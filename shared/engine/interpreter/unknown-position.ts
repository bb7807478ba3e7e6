import { LETTER, letterBits } from '../blocks/block';
import { GROUP } from '../blocks/code-groups';
import type { Interval } from '../expressions/interval';
import type { Target } from './kept';
import { standAt } from './motions';
import { tellProblem, type Run } from './run';

/** Where the gauge point may be, and words whose values are only known within bounds. */
export interface Unknown {
  readonly least: Target;
  readonly greatest: Target;
  readonly words: readonly WordBounds[];
  /** What it depends on, for a sentence: '#5399', 'where the probe stops'. */
  readonly of: string;
}
/** An axis word of the block now carried out. */
export interface WordBounds {
  /** Index in the block's words. */
  readonly word: number;
  readonly bounds: Interval;
}

const AXES = ['x', 'y', 'z', 'a'] as const;
const AXIS_LETTERS = [LETTER.X, LETTER.Y, LETTER.Z, LETTER.A] as const;
const AXIS_WORDS = letterBits('XYZA');
/** Codes that would set an offset or a stored point by where the head stands. */
const SET_BY_POSITION: readonly number[] = [281, 301, 920];
const SET_OFFSETS = 100;
/** Codes that claim the axis words and move nothing. */
const NO_MOTION: readonly number[] = [SET_OFFSETS, 520, ...SET_BY_POSITION];
const DYNAMIC_LENGTH = 431;

const pointOf = ({ x, y, z, a }: Target): Target => ({ x, y, z, a });

/** Notes the words of the block that are only known within bounds; they hold for this block alone. */
export function noteUnknownWords(run: Run, words: readonly WordBounds[], of: string): void {
  const { unknown, machine } = run;
  run.unknown = {
    least: unknown?.least ?? pointOf(machine),
    greatest: unknown?.greatest ?? pointOf(machine),
    words,
    of: unknown?.of ?? of,
  };
}

/** Forgets the words of a block that was not carried out. */
export function forgetUnknownWords(run: Run): void {
  if (run.unknown && run.unknown.words.length > 0) settle(run, run.unknown);
}

/** A probing move stopped somewhere between where it began and its target, ends included. */
export function stopBetween(run: Run, from: Target, to: Target): void {
  const least = pointOf(from);
  const greatest = pointOf(from);
  widen(least, greatest, to);
  settle(run, { least, greatest, words: [], of: 'where the probe stops' });
  noteProbed(run);
}

/**
 * Carries out the motion of a block that begins somewhere within bounds or goes somewhere within them: once from
 * and to each corner of the bounds. Each axis depends on its own start and its own word alone, so no motion
 * reaches beyond those; what is smaller than the bounds may stand between them, and the report says so. The
 * first one is told as the motion of the block, the others as alternatives to it, and the head is left standing
 * where the first one ends.
 */
export function moveAtBounds(run: Run, unknown: Unknown, move: (run: Run) => void): void {
  if (!movesAlong(run, unknown)) {
    move(run);
    settle(run, { ...unknown, words: [] });
    return;
  }
  const { machine, motion } = run;
  run.movesAtBounds = true;
  const choices = choicesOf(run, unknown);
  const first = pointOf(machine);
  const least = endless(Infinity);
  const greatest = endless(-Infinity);
  let standing = first;
  let { of } = unknown;
  let isProbed = false;
  motion.endUnknown = true;
  for (let corner = 0; corner < 1 << choices.length; corner++) {
    run.unknown = undefined;
    standAt(run, first);
    choices.forEach((choose, bit) => choose((corner & (1 << bit)) !== 0));
    motion.isAlternative = corner > 0;
    move(run);
    if (corner === 0) standing = pointOf(machine);
    // Probing leaves bounds of its own.
    const reached = run.unknown as Unknown | undefined;
    if (reached) ({ of } = reached);
    isProbed ||= reached !== undefined;
    widen(least, greatest, reached?.least ?? machine);
    widen(least, greatest, reached?.greatest ?? machine);
  }
  motion.endUnknown = false;
  motion.isAlternative = false;
  choices.forEach((choose) => choose(false));
  standAt(run, standing);
  settle(run, { least, greatest, words: [], of });
  if (isProbed) noteProbed(run);
}

type Choice = (isOther: boolean) => void;

/** For each start and each word that is not known: puts it to the first of its bounds, or to the other. */
function choicesOf(run: Run, unknown: Unknown): Choice[] {
  const { machine, block } = run;
  const { wordOf } = block;
  const { letters, values } = block.words;
  const starts = AXES.flatMap((axis): Choice[] => {
    const least = unknown.least[axis];
    const greatest = unknown.greatest[axis];
    if (least === greatest) return [];
    const start = machine[axis];
    const other = start === least ? greatest : least;
    return [(isOther) => (machine[axis] = isOther ? other : start)];
  });
  // Of a letter that stands twice, the block goes by one word alone.
  const counting = unknown.words.filter(({ word }) => wordOf[letters[word]!] === word);
  const words = counting.map(({ word, bounds }): Choice => {
    return (isOther) => (values[word] = isOther ? bounds.greatest : bounds.least);
  });
  return [...starts, ...words];
}

/** Whether the block moves at all; what would come out otherwise between the bounds than at them is told. */
function movesAlong(run: Run, unknown: Unknown): boolean {
  const { block, machine } = run;
  const once = block.hasGroup(GROUP.once) ? block.codes[GROUP.once]! : -1;
  const hasWords = (block.seen & AXIS_WORDS) !== 0;
  const isLength = block.hasGroup(GROUP.length) && block.codes[GROUP.length] === DYNAMIC_LENGTH;
  if (NO_MOTION.includes(once) || isLength) {
    const isSetHere = SET_BY_POSITION.includes(once) && (hasWords || once !== 920);
    const isSetFrom = once === SET_OFFSETS && block.has(LETTER.L) && block.value(LETTER.L) === 20;
    if (isSetHere || isSetFrom || unknown.words.length > 0) tellDepends(run, unknown);
    return isLength;
  }
  if (!hasWords) return once === 280 || once === 300;
  const code = block.hasGroup(GROUP.motion) ? block.codes[GROUP.motion]! : machine.motionCode;
  if ((code === 20 || code === 30) && isPlaneUnknown(run, unknown)) tellDepends(run, unknown);
  return true;
}

/**
 * Whether an arc begins or ends at an unknown place of its plane. Its circle hangs on both ends, so that the
 * arcs at the bounds do not hold those between; an unknown height alone only moves the whole arc.
 */
function isPlaneUnknown({ machine, block }: Run, { least, greatest, words }: Unknown): boolean {
  const depth = DEPTH_AXES[machine.planeIndex];
  return AXES.some((axis, index) => {
    if (axis === depth || axis === 'a') return false;
    const letter = AXIS_LETTERS[index];
    const isNamed = words.some(({ word }) => block.words.letters[word] === letter);
    return isNamed || least[axis] !== greatest[axis];
  });
}
/** The axis across each plane, in the order of PLANES. */
const DEPTH_AXES = ['z', 'y', 'x'] as const;

function tellDepends(run: Run, { of }: Unknown): void {
  tellProblem(run, 'not-modelled', undefined, { what: '', reason: 'depends', of });
}

const endless = (value: number): Target => ({ x: value, y: value, z: value, a: value });

function widen(least: Target, greatest: Target, to: Target): void {
  for (const axis of AXES) {
    least[axis] = Math.min(least[axis], to[axis]);
    greatest[axis] = Math.max(greatest[axis], to[axis]);
  }
}

/** Bounds that leave one place are no longer needed. */
function settle(run: Run, { least, greatest, of }: Unknown): void {
  const isKnown = AXES.every((axis) => greatest[axis] - least[axis] <= ROUNDING);
  run.unknown = isKnown ? undefined : { least, greatest, words: [], of };
}
/** Sums that should meet differ by less, mm. */
const ROUNDING = 1e-9;

/** Where probing stopped in program coordinates, for the parameters that hold it. */
function noteProbed(run: Run): void {
  const { machine, probed, unknown } = run;
  const base = { x: machine.baseX, y: machine.baseY, z: machine.baseZ, a: machine.baseA };
  AXES.forEach((axis, index) => {
    const unit = axis === 'a' ? 1 : machine.unit;
    const least = ((unknown?.least[axis] ?? machine[axis]) - base[axis]) / unit;
    const greatest = ((unknown?.greatest[axis] ?? machine[axis]) - base[axis]) / unit;
    const of = `#${FIRST_PROBED + index}`;
    probed[axis] = least === greatest ? least : { least, greatest, of };
  });
}
/** Facts sheet 4.3: the parameter of X; Y, Z and A follow. */
const FIRST_PROBED = 5_061;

• Assignment
Using the entries above, give the number of lines that carry the string "widen", without anything else.

• Solution to this task
4